Their only recent history was a 59-24 Patriots blowout in December 2012.
Colts coach Chuck Pagano joked he had no clue if film from that game still existed.
“We tried to look for it,” Pagano said. “I think they burned it to be honest with you. Now technology is so good you’ve got it on iPads now so it’s hard to throw away the iPad. They cost too much to replace.
“I obviously watched it from afar last year and then again. Obviously you’re going to look at it and see what they did. You’ve got to cover all your bases.”
Of course, even before he took over, Pagano was a part of another fierce Patriots rival as defense coordinator of the Ravens.
Baltimore’s excruciating 23-20 loss in the 2012 AFC Championship Game, which came down to an errant Baltimore field goal, still nags at him occasionally.
“Close but no cigar,” Pagano said. “It was a great ballgame. We just didn’t finish it. They made more plays than we made. We had an opportunity right at the end. I saw a ball in a guy’s hand and thought we had a touchdown for the game-winner and a guy made a great play and popped that ball out of Lee Evans’s hand. A field goal that went wide left and the rest is history. I guess had we won that game, I probably wouldn’t be standing here having this presser today.”
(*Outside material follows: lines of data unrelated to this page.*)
/** Number formats that a fit can be made for: binary floating point and fixed point, with exact rounding of rationals. */
import { Q, type Rational } from '../expression/index.ts';
import { binaryExponent, FLOAT_FORMATS, type FloatFormat as FloatName, powerOfTwo, roundToFormat } from '../write/index.ts';

export interface FloatFormat {
  readonly kind: 'float';
  readonly name: FloatName;
  /** Significand bits p, the hidden one included. */
  readonly precision: number;
  /** Exponents e of the smallest and the largest normal binade [2^e, 2^(e+1)). */
  readonly emin: number;
  readonly emax: number;
}
export interface FixedFormat {
  readonly kind: 'fixed';
  readonly name: string;
  /** Bits before the point, the sign not counted, and behind it. */
  readonly integerBits: number;
  readonly fractionBits: number;
}
export type NumberFormat = FloatFormat | FixedFormat;

/** `binary32`, ..., `fixed:m.n` with 1 <= m + n <= 62; null for anything else. */
export function formatByName(name: string): NumberFormat | null {
  if (Object.hasOwn(FLOAT_FORMATS, name)) {
    const float = name as FloatName;
    const { precision, minExponent, maxExponent } = FLOAT_FORMATS[float];
    return { kind: 'float', name: float, precision, emin: minExponent, emax: maxExponent };
  }
  const [, m, n] = /^fixed:(\d{1,2})\.(\d{1,2})$/.exec(name) ?? [];
  if (m === undefined || n === undefined) return null;
  const [integerBits, fractionBits] = [Number(m), Number(n)];
  return integerBits + fractionBits >= 1 && integerBits + fractionBits <= 62 ? { kind: 'fixed', name, integerBits, fractionBits } : null;
}

/** Exponent of the unit in the last place at y: ulp = 2^(max(e, emin) - p + 1); at zero the smallest subnormal. */
export function ulpExponent(y: Rational, format: FloatFormat): number {
  const e = Q.isZero(y) ? format.emin : Math.max(binaryExponent(y), format.emin);
  return e - format.precision + 1;
}
/** The same of a double that is not negative. */
export const ulpExponentOf = (y: number, format: FloatFormat): number => Math.max(binadeOf(y), format.emin) - format.precision + 1;

/** Floor of log2 of a positive double; -1075 at zero. The logarithm is only a guess that exact powers of two settle. */
export function binadeOf(y: number): number {
  if (y === 0) return -1075;
  let e = Math.max(Math.floor(Math.log2(y)), -1074);
  while (e < 1023 && 2 ** (e + 1) <= y) e += 1;
  while (e > -1074 && 2 ** e > y) e -= 1;
  return e;
}
export const ulp = (y: Rational, format: FloatFormat): Rational => powerOfTwo(ulpExponent(y, format));

/** Half the distance of 1 to the next number: the unit roundoff u = 2^-p. */
export const unitRoundoff = (format: FloatFormat): Rational => powerOfTwo(-format.precision);

/** The integer nearest to y; ties to even. */
export function nearestInteger(y: Rational): bigint {
  const doubled = Q.rational(2n * y.num + y.den, 2n * y.den);
  const up = Q.floor(doubled);
  return doubled.den === 1n && up % 2n !== 0n ? up - 1n : up;
}

/** Round to nearest, ties to even, subnormals kept; null where the result overflows. */
export function roundTo(y: Rational, format: NumberFormat): Rational | null {
  if (format.kind === 'float') return roundToFormat(y, format.name);
  const value = Q.multiply(Q.rational(nearestInteger(Q.multiply(y, powerOfTwo(format.fractionBits)))), powerOfTwo(-format.fractionBits));
  return Q.compare(Q.absolute(value), powerOfTwo(format.integerBits)) < 0 ? value : null;
}

export const isRepresentable = (y: Rational, format: NumberFormat): boolean => {
  const rounded = roundTo(y, format);
  return rounded !== null && Q.equal(rounded, y);
};

export const largestFinite = (format: FloatFormat): Rational => Q.subtract(powerOfTwo(format.emax + 1), powerOfTwo(format.emax + 1 - format.precision));
export const smallestNormal = (format: FloatFormat): Rational => powerOfTwo(format.emin);
export { binaryExponent, powerOfTwo };
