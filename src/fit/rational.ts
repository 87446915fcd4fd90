/**
 * Best rational approximations by exchange: on a reference the levelled error is found by solving linear equations with the denominator of the
 * round before (Cody, Fraser, Hart, Numer. Math. 12 (1968), from memory). Numerical search only; proofs come after it.
 */
import { Q, type Rational } from '../expression/index.ts';
import type { Budget } from '../outcome.ts';
import { alternation, solveFixed } from './exchange.ts';
import { evaluateFixed, type Fixed, fromFixed, toFixed } from './fixed.ts';
import type { Grid } from './grid.ts';

export interface RationalApproximation {
  readonly numerator: readonly Fixed[];
  /** The first coefficient, of the power 0, is one. */
  readonly denominator: readonly Fixed[];
  /** Largest weighted error on the grid: an estimate. */
  readonly largest: Rational;
}

const ROUNDS = 24;
const INNER = 8;

/** Null where the exchange does not settle or the denominator changes sign. */
export function bestRational(grid: Grid, top: readonly number[], bottom: readonly number[], budget: Budget): RationalApproximation | null {
  const { bits, points, target } = grid;
  const shift = BigInt(bits);
  const one = 1n << shift;
  const unknowns = top.length + bottom.length;
  // Inverse weights: an error of E in the measure is E / weight in the function.
  const inverse = Array.from(grid.weight, (w) => (w > 0 ? toFixed(Q.divide(Q.ONE, Q.fromDouble(w)), bits) : 0n));
  let reference = Array.from({ length: unknowns }, (_, k) => Math.round((k * (points.length - 1)) / (unknowns - 1)));
  let denominator: Fixed[] = bottom.map((_, k) => (k === 0 ? one : 0n));
  let best: RationalApproximation | null = null;
  for (let round = 0; round < ROUNDS; round += 1) {
    let numerator: Fixed[] = [];
    for (let inner = 0; inner < INNER; inner += 1) {
      budget.check();
      const rows = reference.map((i, k) => {
        const x = points[i] ?? 0n;
        const f = target[i] ?? 0n;
        const known = (evaluateFixed(denominator, bottom, x, bits) * (inverse[i] ?? 0n)) >> shift;
        return [...powersAt(x, top, bits), ...powersAt(x, bottom.slice(1), bits).map((p) => -((f * p) >> shift)), k % 2 === 0 ? known : -known, f];
      });
      const solution = solveFixed(rows, bits);
      if (!solution) return best;
      numerator = solution.slice(0, top.length);
      const next = [one, ...solution.slice(top.length, -1)];
      const moved = next.some((c, k) => near(c, denominator[k] ?? 0n) > 1e-9);
      denominator = next;
      if (!moved) break;
    }
    const errors: number[] = [];
    let largest = 0n;
    for (let i = 0; i < points.length; i += 1) {
      const x = points[i] ?? 0n;
      const q = evaluateFixed(denominator, bottom, x, bits);
      if (q <= 0n) return best;
      const e = (target[i] ?? 0n) - (evaluateFixed(numerator, top, x, bits) << shift) / q;
      const weighted = Q.toDouble(fromFixed(e, bits)) * (grid.weight[i] ?? 0);
      errors.push(weighted);
      const size = toFixed(Q.fromDouble(Math.abs(weighted)), bits);
      if (size > largest) largest = size;
    }
    const current = fromFixed(largest, bits);
    if (!best || Q.compare(current, best.largest) < 0) best = { numerator, denominator, largest: current };
    const next = alternation(Float64Array.from(errors), unknowns);
    if (!next) return best;
    const sizes = next.map((i) => Math.abs(errors[i] ?? 0));
    if (Math.max(...sizes) <= Math.min(...sizes) * 1.002 || next.every((i, k) => i === reference[k])) return best;
    reference = next;
  }
  return best;
}

const near = (a: Fixed, b: Fixed): number => {
  const scale = a > b ? a - b : b - a;
  const size = a > 0n ? a : -a;
  return size === 0n ? (scale === 0n ? 0 : 1) : Number((scale << 40n) / size) / 2 ** 40;
};

function powersAt(x: Fixed, powers: readonly number[], bits: number): Fixed[] {
  const shift = BigInt(bits);
  let [value, reached] = [1n << shift, 0];
  return powers.map((p) => {
    for (; reached < p; reached += 1) value = (value * x) >> shift;
    return value;
  });
}
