/** Closest lattice points, for rounding all coefficients of a polynomial together instead of one by one (Brisebarre & Chevillard, ARITH 18, 2007). */

import { Q } from '../expression/index.ts';

export type Vector = readonly bigint[];

const dot = (a: Vector, b: Vector): bigint => a.reduce((sum, x, i) => sum + x * (b[i] ?? 0n), 0n);
const minus = (a: Vector, b: Vector, factor: bigint): bigint[] => a.map((x, i) => x - factor * (b[i] ?? 0n));
const roundDivide = (a: bigint, b: bigint): bigint => {
  const doubled = 2n * a + b;
  const quotient = doubled / (2n * b);
  return doubled < 0n && quotient * 2n * b !== doubled ? quotient - 1n : quotient;
};

/**
 * An LLL-reduced basis (delta = 3/4) of the lattice spanned by integer vectors, by the all-integer algorithm
 * (Cohen, A Course in Computational Algebraic Number Theory, algorithm 2.6.7; cited from memory).
 * The vectors must be linearly independent. Cost is polynomial: n^4 log B for n vectors with entries below B.
 */
export function reduceBasis(input: readonly Vector[]): bigint[][] {
  const b = input.map((v) => [...v]);
  const n = b.length;
  // d[i]: Gram determinants, d[0] = 1; lambda[i][j] = d[j+1] mu[i][j].
  const d: bigint[] = [1n];
  const lambda: bigint[][] = b.map(() => new Array<bigint>(n).fill(0n));
  const row = (i: number): bigint[] => b[i] as bigint[];
  const lam = (i: number, j: number): bigint => (lambda[i] as bigint[])[j] as bigint;
  const det = (i: number): bigint => d[i] as bigint;
  let known = -1;
  const orthogonalise = (k: number): void => {
    for (let j = 0; j <= k; j += 1) {
      let u = dot(row(k), row(j));
      for (let i = 0; i < j; i += 1) u = (det(i + 1) * u - lam(k, i) * lam(j, i)) / det(i);
      if (j < k) (lambda[k] as bigint[])[j] = u;
      else d[k + 1] = u;
    }
    if (det(k + 1) === 0n) throw new RangeError('the vectors of a lattice basis must be independent');
  };
  const reduce = (k: number, l: number): void => {
    if (2n * (lam(k, l) < 0n ? -lam(k, l) : lam(k, l)) <= det(l + 1)) return;
    const q = roundDivide(lam(k, l), det(l + 1));
    b[k] = minus(row(k), row(l), q);
    (lambda[k] as bigint[])[l] = lam(k, l) - q * det(l + 1);
    for (let i = 0; i < l; i += 1) (lambda[k] as bigint[])[i] = lam(k, i) - q * lam(l, i);
  };
  const swap = (k: number): void => {
    [b[k], b[k - 1]] = [row(k - 1), row(k)];
    for (let j = 0; j < k - 1; j += 1) [(lambda[k] as bigint[])[j], (lambda[k - 1] as bigint[])[j]] = [lam(k - 1, j), lam(k, j)];
    const l = lam(k, k - 1);
    const next = (det(k - 1) * det(k + 1) + l * l) / det(k);
    for (let i = k + 1; i <= known; i += 1) {
      const t = lam(i, k);
      (lambda[i] as bigint[])[k] = (det(k + 1) * lam(i, k - 1) - l * t) / det(k);
      (lambda[i] as bigint[])[k - 1] = (next * t + l * lam(i, k)) / det(k + 1);
    }
    d[k] = next;
  };
  orthogonalise(0);
  known = 0;
  for (let k = 1; k < n; ) {
    if (k > known) {
      known = k;
      orthogonalise(k);
    }
    reduce(k, k - 1);
    const l = lam(k, k - 1);
    if (4n * (det(k + 1) * det(k - 1) + l * l) < 3n * det(k) * det(k)) {
      swap(k);
      k = Math.max(1, k - 1);
    } else {
      for (let j = k - 2; j >= 0; j -= 1) reduce(k, j);
      k += 1;
    }
  }
  return b;
}

/** A lattice vector near `target` by nearest planes on a reduced basis (Babai 1986). Coordinates are integers; the Gram-Schmidt data are exact rationals scaled by `d`. */
export function nearestPlane(basis: readonly Vector[], target: Vector): bigint[] {
  const n = basis.length;
  // Gram-Schmidt over the rationals as integer vectors with one denominator each.
  const star: { readonly vector: bigint[]; readonly scale: bigint; readonly norm: bigint }[] = [];
  for (let i = 0; i < n; i += 1) {
    let vector = [...(basis[i] as Vector)];
    let scale = 1n;
    for (const s of star) {
      // vector/scale - ((basis_i . s.vector) / s.norm) * s.vector, both with integer entries.
      const projection = dot(basis[i] as Vector, s.vector);
      vector = vector.map((x, j) => x * s.norm - projection * scale * (s.vector[j] as bigint));
      scale *= s.norm;
      const common = vector.reduce((g, x) => Q.gcd(g, x), scale);
      if (common > 1n) {
        vector = vector.map((x) => x / common);
        scale /= common;
      }
    }
    star.push({ vector, scale, norm: dot(vector, vector) });
  }
  let rest = [...target];
  const result = new Array<bigint>(target.length).fill(0n);
  for (let i = n - 1; i >= 0; i -= 1) {
    const s = star[i] as (typeof star)[number];
    // Coordinate of rest along b_i*: (rest . v) scale / norm, with b_i* = v / scale.
    const q = roundDivide(dot(rest, s.vector) * s.scale, s.norm);
    const b = basis[i] as Vector;
    rest = minus(rest, b, q);
    for (let j = 0; j < result.length; j += 1) result[j] = (result[j] as bigint) + q * (b[j] as bigint);
  }
  return result;
}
It’s no secret Patriots quarterback Tom Brady (40 sacks) spent more time on the turf this season since his second year in the league, when he was sacked 41 times.
But Colts defensive lineman Cory Redding said there’s a reason Brady has been sacked so often this season, ninth most in the NFL.
“You know he’s not a mobile quarterback,” Redding said. “He’ll drop down and take the sack as opposed to just standing there and forcing something down the field, letting you make a turnover and return it for a touchdown.
“He’s definitely not going to do that. He trusts himself and he trusts his guys enough to if he has to take a down, then that’s what it is. We just have to come up with a good plan, figure out who’s around and attack whoever it is and get pressure on the quarterback as much as possible.”
Crippling weather left thousands in the Indianapolis area without power, canceled hundreds of flights, and made getting to the practice facility a battle for the Colts. When he was told the weather was forecasted to be mild in Foxborough on Saturday, Colts cornerback Darius Butler joked, “Anything is mild compared to what we have up here.” . . . Andrew Luck needs 21 pass attempts to leapfrog Jim Harbaugh for third place on the Colts all-time postseason list.